Your reply should contain every record, restated word for word.

**Data supplied**
-*-

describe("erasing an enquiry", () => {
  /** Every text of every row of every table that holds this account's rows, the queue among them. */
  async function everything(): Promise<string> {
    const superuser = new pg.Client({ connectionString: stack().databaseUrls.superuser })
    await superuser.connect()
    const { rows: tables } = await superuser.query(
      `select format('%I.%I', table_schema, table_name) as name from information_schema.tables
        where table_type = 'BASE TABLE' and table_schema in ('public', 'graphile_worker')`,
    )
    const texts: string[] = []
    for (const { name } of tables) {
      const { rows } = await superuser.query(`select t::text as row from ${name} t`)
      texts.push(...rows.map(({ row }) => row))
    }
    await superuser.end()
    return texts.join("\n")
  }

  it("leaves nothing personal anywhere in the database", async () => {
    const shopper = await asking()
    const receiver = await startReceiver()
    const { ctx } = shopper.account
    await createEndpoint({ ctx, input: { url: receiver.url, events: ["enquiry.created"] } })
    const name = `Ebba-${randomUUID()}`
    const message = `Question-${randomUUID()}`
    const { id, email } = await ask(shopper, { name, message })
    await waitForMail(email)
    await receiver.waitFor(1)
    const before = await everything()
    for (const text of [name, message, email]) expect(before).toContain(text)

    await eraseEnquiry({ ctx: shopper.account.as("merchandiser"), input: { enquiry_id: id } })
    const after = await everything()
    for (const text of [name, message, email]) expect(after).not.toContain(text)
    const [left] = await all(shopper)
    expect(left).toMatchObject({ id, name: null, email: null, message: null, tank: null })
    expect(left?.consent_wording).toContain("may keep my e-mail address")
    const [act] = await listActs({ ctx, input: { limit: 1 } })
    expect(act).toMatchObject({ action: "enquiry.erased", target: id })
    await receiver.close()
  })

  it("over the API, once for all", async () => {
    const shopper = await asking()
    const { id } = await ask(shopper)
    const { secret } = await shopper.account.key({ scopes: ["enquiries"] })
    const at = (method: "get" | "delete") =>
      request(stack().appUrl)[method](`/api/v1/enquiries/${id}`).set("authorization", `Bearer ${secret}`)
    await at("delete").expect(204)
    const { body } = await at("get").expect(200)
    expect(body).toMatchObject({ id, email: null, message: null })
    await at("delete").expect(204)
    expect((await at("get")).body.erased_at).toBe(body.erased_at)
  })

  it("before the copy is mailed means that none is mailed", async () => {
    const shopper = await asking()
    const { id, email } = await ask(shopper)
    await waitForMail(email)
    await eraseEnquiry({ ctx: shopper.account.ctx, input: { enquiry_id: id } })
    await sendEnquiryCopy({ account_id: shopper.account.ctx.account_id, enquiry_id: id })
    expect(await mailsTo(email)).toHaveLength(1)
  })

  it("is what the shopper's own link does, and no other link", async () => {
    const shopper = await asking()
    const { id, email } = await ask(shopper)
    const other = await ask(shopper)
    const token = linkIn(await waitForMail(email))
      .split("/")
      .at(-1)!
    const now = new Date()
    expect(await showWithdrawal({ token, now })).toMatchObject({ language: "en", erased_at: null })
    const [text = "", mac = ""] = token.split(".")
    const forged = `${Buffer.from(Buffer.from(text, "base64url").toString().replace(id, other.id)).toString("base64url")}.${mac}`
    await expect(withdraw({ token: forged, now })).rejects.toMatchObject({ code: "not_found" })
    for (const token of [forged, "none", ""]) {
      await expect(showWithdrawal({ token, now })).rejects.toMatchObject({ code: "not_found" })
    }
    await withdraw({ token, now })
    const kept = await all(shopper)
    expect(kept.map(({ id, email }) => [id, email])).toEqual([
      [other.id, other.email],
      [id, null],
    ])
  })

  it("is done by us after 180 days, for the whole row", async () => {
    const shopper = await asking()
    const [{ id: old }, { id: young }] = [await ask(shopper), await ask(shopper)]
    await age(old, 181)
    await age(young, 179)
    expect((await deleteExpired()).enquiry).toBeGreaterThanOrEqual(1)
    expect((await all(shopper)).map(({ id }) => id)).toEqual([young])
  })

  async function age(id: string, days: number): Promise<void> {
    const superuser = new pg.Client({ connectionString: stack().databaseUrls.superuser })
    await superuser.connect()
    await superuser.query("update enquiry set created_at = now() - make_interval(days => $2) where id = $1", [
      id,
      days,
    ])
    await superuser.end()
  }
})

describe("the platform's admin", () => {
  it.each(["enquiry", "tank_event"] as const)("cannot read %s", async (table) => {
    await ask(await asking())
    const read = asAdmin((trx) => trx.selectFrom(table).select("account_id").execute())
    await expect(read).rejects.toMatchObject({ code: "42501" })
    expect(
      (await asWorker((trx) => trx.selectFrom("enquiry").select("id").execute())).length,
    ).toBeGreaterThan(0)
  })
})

-*-

**Solution to this task**
describe("erasing an enquiry", () => {
  /** Every text of every row of every table that holds this account's rows, the queue among them. */
  async function everything(): Promise<string> {
    const superuser = new pg.Client({ connectionString: stack().databaseUrls.superuser })
    await superuser.connect()
    const { rows: tables } = await superuser.query(
      `select format('%I.%I', table_schema, table_name) as name from information_schema.tables
        where table_type = 'BASE TABLE' and table_schema in ('public', 'graphile_worker')`,
    )
    const texts: string[] = []
    for (const { name } of tables) {
      const { rows } = await superuser.query(`select t::text as row from ${name} t`)
      texts.push(...rows.map(({ row }) => row))
    }
    await superuser.end()
    return texts.join("\n")
  }

  it("leaves nothing personal anywhere in the database", async () => {
    const shopper = await asking()
    const receiver = await startReceiver()
    const { ctx } = shopper.account
    await createEndpoint({ ctx, input: { url: receiver.url, events: ["enquiry.created"] } })
    const name = `Ebba-${randomUUID()}`
    const message = `Question-${randomUUID()}`
    const { id, email } = await ask(shopper, { name, message })
    await waitForMail(email)
    await receiver.waitFor(1)
    const before = await everything()
    for (const text of [name, message, email]) expect(before).toContain(text)

    await eraseEnquiry({ ctx: shopper.account.as("merchandiser"), input: { enquiry_id: id } })
    const after = await everything()
    for (const text of [name, message, email]) expect(after).not.toContain(text)
    const [left] = await all(shopper)
    expect(left).toMatchObject({ id, name: null, email: null, message: null, tank: null })
    expect(left?.consent_wording).toContain("may keep my e-mail address")
    const [act] = await listActs({ ctx, input: { limit: 1 } })
    expect(act).toMatchObject({ action: "enquiry.erased", target: id })
    await receiver.close()
  })

  it("over the API, once for all", async () => {
    const shopper = await asking()
    const { id } = await ask(shopper)
    const { secret } = await shopper.account.key({ scopes: ["enquiries"] })
    const at = (method: "get" | "delete") =>
      request(stack().appUrl)[method](`/api/v1/enquiries/${id}`).set("authorization", `Bearer ${secret}`)
    await at("delete").expect(204)
    const { body } = await at("get").expect(200)
    expect(body).toMatchObject({ id, email: null, message: null })
    await at("delete").expect(204)
    expect((await at("get")).body.erased_at).toBe(body.erased_at)
  })

  it("before the copy is mailed means that none is mailed", async () => {
    const shopper = await asking()
    const { id, email } = await ask(shopper)
    await waitForMail(email)
    await eraseEnquiry({ ctx: shopper.account.ctx, input: { enquiry_id: id } })
    await sendEnquiryCopy({ account_id: shopper.account.ctx.account_id, enquiry_id: id })
    expect(await mailsTo(email)).toHaveLength(1)
  })

  it("is what the shopper's own link does, and no other link", async () => {
    const shopper = await asking()
    const { id, email } = await ask(shopper)
    const other = await ask(shopper)
    const token = linkIn(await waitForMail(email))
      .split("/")
      .at(-1)!
    const now = new Date()
    expect(await showWithdrawal({ token, now })).toMatchObject({ language: "en", erased_at: null })
    const [text = "", mac = ""] = token.split(".")
    const forged = `${Buffer.from(Buffer.from(text, "base64url").toString().replace(id, other.id)).toString("base64url")}.${mac}`
    await expect(withdraw({ token: forged, now })).rejects.toMatchObject({ code: "not_found" })
    for (const token of [forged, "none", ""]) {
      await expect(showWithdrawal({ token, now })).rejects.toMatchObject({ code: "not_found" })
    }
    await withdraw({ token, now })
    const kept = await all(shopper)
    expect(kept.map(({ id, email }) => [id, email])).toEqual([
      [other.id, other.email],
      [id, null],
    ])
  })

  it("is done by us after 180 days, for the whole row", async () => {
    const shopper = await asking()
    const [{ id: old }, { id: young }] = [await ask(shopper), await ask(shopper)]
    await age(old, 181)
    await age(young, 179)
    expect((await deleteExpired()).enquiry).toBeGreaterThanOrEqual(1)
    expect((await all(shopper)).map(({ id }) => id)).toEqual([young])
  })

  async function age(id: string, days: number): Promise<void> {
    const superuser = new pg.Client({ connectionString: stack().databaseUrls.superuser })
    await superuser.connect()
    await superuser.query("update enquiry set created_at = now() - make_interval(days => $2) where id = $1", [
      id,
      days,
    ])
    await superuser.end()
  }
})

describe("the platform's admin", () => {
  it.each(["enquiry", "tank_event"] as const)("cannot read %s", async (table) => {
    await ask(await asking())
    const read = asAdmin((trx) => trx.selectFrom(table).select("account_id").execute())
    await expect(read).rejects.toMatchObject({ code: "42501" })
    expect(
      (await asWorker((trx) => trx.selectFrom("enquiry").select("id").execute())).length,
    ).toBeGreaterThan(0)
  })
})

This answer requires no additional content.